(RECORDS SUPPLIED Opens)

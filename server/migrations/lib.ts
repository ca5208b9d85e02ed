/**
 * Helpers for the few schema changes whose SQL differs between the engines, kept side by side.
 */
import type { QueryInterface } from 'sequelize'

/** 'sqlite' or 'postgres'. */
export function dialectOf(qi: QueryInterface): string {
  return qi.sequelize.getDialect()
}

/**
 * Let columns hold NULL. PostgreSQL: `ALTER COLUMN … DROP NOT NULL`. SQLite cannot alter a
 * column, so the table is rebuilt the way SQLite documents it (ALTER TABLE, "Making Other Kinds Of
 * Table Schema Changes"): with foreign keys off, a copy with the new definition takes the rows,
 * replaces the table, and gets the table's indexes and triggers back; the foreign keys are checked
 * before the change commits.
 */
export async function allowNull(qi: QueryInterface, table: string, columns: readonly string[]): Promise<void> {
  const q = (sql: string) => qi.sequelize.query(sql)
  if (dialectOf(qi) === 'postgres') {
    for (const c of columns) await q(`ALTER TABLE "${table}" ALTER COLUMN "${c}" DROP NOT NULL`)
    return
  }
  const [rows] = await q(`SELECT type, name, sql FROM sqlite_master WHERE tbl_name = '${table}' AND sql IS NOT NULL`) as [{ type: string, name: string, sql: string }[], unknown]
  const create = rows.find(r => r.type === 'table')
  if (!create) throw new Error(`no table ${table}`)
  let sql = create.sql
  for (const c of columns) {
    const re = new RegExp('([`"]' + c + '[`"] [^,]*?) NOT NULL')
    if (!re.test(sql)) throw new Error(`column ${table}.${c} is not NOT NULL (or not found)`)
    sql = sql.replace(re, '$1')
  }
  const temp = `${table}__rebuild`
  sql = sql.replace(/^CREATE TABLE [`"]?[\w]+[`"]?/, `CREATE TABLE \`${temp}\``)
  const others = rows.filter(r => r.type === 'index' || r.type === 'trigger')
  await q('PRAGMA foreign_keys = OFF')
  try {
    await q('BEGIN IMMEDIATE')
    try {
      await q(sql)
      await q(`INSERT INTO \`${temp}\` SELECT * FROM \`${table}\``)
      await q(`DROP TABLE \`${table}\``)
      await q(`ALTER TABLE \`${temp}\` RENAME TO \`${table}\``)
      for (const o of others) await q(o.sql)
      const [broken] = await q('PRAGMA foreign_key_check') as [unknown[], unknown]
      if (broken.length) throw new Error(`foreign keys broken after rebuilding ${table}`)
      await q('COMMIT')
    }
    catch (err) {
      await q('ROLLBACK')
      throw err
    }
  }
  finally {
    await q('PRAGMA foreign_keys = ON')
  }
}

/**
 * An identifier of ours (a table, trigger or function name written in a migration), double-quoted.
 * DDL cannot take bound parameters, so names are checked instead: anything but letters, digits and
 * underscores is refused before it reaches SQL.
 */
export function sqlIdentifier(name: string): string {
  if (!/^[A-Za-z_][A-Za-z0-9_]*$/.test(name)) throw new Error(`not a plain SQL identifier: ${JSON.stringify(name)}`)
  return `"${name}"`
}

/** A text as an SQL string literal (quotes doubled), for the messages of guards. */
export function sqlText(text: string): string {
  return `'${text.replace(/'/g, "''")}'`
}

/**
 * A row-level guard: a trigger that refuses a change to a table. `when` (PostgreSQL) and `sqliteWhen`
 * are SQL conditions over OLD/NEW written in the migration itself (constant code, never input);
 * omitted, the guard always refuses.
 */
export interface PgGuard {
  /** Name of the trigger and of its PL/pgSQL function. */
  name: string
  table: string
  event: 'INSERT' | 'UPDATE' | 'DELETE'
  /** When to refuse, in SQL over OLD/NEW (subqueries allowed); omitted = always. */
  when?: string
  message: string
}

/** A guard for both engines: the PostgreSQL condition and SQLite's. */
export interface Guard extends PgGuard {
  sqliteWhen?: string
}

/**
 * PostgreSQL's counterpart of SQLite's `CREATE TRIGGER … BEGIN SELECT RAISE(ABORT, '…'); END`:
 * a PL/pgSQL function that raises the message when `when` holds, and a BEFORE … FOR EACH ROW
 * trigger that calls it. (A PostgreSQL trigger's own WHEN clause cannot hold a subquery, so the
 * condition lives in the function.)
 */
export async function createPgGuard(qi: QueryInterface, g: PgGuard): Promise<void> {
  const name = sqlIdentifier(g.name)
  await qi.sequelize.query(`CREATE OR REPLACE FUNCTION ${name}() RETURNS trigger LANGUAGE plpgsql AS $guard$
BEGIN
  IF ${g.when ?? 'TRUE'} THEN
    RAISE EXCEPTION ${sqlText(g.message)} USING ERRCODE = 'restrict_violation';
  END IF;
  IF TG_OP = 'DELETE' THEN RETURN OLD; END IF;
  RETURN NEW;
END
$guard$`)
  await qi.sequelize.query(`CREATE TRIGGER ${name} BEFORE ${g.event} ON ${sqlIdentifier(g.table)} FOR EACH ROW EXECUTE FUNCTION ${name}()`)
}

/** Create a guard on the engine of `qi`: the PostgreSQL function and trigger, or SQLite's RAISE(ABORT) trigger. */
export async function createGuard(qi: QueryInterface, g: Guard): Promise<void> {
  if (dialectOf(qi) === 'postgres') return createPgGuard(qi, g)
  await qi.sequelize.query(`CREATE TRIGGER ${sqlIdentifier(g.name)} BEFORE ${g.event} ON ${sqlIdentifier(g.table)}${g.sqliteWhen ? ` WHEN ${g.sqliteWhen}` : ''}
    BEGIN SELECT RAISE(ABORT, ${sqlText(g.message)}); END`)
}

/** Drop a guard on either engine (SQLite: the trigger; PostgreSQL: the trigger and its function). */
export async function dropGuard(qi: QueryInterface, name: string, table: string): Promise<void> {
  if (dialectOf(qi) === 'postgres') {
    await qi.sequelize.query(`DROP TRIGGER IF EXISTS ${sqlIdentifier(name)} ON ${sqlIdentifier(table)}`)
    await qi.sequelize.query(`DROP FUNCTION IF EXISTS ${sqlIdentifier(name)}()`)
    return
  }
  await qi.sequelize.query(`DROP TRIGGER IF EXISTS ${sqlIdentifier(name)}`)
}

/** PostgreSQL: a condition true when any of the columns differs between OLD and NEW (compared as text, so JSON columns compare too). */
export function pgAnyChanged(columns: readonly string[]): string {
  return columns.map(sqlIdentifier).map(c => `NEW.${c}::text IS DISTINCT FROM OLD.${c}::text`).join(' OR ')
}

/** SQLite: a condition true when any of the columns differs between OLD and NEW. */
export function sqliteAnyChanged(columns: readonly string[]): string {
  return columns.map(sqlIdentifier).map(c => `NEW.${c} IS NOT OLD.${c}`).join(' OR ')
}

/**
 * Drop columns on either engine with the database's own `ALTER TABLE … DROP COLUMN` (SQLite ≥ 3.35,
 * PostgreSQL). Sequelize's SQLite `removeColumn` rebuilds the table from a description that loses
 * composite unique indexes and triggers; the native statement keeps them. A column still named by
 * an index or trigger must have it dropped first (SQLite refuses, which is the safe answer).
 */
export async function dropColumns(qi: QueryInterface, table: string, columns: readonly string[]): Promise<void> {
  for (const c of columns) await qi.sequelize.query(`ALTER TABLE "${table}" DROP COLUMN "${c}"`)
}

(RECORDS SUPPLIED Closes)

▶ [ACTIVITY] All lines of the data that hold "checked" need to be copied.

▶ [FINISHED EXERCISE]
 * replaces the table, and gets the table's indexes and triggers back; the foreign keys are checked
 * DDL cannot take bound parameters, so names are checked instead: anything but letters, digits and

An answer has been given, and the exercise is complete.